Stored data
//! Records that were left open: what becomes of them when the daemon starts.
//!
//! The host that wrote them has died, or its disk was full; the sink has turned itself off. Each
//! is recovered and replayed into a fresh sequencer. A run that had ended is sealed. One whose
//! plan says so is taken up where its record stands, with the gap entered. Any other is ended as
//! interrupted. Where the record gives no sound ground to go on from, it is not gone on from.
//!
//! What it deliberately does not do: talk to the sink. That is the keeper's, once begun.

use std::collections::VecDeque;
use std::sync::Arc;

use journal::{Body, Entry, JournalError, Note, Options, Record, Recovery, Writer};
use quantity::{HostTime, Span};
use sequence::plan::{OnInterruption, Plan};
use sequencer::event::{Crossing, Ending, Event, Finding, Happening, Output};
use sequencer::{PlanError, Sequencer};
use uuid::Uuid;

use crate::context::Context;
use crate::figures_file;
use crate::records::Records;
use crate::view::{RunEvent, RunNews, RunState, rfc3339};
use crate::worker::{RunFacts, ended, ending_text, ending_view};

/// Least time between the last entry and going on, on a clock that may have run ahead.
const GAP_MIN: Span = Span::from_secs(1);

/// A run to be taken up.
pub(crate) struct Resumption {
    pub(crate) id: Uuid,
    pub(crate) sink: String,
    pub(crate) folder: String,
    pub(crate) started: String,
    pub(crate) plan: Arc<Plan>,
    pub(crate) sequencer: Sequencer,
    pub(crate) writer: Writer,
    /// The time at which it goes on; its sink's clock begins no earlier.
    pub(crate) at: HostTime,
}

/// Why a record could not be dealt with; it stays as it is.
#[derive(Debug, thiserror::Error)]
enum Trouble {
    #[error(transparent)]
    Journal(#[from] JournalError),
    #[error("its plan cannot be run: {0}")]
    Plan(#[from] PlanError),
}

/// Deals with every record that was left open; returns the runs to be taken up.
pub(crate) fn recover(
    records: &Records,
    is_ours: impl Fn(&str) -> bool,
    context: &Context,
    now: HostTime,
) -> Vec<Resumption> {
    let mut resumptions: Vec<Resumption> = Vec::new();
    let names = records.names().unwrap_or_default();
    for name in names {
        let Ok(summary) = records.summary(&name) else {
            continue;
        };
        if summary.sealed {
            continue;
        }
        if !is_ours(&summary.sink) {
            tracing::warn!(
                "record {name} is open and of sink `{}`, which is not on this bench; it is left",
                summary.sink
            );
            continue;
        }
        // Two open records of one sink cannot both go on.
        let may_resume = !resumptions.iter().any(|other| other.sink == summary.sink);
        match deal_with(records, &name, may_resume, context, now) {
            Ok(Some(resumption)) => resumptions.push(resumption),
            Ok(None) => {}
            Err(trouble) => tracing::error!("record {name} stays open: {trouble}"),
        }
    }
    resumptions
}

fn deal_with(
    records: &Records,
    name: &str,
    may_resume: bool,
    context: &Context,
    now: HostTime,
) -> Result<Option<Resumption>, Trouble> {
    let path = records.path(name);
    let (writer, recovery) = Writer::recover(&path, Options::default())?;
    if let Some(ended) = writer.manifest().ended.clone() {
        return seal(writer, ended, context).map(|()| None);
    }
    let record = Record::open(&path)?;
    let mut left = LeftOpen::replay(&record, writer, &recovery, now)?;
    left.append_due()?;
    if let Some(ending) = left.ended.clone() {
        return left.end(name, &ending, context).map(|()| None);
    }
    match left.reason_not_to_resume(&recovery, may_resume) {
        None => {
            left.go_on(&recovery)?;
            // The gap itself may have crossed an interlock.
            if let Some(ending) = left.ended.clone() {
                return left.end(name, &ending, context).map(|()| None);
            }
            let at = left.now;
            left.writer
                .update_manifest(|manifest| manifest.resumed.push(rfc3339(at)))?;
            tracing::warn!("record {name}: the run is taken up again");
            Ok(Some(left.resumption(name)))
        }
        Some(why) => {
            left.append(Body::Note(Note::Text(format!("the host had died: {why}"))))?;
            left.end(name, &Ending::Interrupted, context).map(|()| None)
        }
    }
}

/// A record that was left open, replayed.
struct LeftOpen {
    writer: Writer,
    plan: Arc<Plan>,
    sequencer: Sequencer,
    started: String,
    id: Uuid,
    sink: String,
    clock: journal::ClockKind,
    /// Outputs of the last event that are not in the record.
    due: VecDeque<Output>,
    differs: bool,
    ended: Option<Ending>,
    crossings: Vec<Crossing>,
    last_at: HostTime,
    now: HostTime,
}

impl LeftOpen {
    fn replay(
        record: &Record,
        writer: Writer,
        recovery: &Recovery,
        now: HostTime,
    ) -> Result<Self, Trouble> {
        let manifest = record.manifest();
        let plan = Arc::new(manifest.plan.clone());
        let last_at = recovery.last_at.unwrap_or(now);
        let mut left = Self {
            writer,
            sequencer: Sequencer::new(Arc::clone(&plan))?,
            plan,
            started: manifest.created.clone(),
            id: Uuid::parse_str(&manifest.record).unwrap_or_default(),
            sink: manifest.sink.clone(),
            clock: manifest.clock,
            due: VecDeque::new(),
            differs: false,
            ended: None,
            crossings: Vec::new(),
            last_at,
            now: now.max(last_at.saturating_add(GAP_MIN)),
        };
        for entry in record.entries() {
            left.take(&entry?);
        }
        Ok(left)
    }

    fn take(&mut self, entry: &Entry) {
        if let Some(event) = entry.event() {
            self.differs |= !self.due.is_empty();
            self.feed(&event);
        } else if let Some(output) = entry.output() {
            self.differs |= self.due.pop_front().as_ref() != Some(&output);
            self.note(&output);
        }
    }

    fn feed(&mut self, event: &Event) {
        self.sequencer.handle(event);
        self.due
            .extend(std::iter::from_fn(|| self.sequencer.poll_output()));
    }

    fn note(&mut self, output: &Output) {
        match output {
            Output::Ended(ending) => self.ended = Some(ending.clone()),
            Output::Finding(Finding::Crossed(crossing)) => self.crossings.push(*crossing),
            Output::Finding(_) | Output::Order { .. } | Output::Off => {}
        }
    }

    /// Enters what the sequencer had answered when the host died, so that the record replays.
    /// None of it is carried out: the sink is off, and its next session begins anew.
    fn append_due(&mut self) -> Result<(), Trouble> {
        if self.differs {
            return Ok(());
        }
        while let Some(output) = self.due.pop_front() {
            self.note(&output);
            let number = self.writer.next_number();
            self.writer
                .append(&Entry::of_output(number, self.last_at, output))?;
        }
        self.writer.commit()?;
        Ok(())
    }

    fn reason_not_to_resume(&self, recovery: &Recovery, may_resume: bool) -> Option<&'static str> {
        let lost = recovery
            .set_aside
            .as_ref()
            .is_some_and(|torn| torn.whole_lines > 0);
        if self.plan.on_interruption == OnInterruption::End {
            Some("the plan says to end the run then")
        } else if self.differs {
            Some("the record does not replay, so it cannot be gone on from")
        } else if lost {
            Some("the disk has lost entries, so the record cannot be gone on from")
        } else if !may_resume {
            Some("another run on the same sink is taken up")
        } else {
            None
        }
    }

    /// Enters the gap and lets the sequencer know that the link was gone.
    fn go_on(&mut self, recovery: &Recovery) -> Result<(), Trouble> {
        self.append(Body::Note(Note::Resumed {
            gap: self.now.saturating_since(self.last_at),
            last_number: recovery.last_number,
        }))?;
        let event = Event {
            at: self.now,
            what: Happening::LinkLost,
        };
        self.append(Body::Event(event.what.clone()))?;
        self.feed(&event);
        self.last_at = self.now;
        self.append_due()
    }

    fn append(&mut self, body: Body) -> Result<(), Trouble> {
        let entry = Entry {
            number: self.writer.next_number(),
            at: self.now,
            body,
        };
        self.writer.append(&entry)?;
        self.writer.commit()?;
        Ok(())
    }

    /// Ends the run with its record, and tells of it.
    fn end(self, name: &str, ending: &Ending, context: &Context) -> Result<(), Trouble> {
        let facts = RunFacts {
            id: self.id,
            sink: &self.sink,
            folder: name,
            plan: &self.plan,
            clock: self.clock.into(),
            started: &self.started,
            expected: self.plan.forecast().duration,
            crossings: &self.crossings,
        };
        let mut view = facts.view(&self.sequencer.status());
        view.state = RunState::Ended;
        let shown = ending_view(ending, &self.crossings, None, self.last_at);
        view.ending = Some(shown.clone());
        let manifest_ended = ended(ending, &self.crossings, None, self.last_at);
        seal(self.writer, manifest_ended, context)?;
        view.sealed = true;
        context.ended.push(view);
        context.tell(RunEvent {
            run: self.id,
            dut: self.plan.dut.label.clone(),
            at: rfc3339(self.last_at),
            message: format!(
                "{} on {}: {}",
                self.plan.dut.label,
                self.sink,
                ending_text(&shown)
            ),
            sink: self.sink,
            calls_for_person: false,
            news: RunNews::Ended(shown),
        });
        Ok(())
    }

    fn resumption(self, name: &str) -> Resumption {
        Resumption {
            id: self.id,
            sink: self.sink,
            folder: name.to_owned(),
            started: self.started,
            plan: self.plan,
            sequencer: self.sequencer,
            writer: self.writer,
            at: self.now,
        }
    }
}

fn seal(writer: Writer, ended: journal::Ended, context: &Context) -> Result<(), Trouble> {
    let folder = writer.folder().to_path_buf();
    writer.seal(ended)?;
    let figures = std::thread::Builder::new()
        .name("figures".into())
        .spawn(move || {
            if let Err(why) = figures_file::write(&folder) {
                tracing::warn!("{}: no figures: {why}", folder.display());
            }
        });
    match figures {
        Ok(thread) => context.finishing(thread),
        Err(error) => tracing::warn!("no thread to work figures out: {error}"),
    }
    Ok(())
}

* Task instructions
Supply the count of lines in the entries that contain the word "clone", and nothing besides.

* Reply
11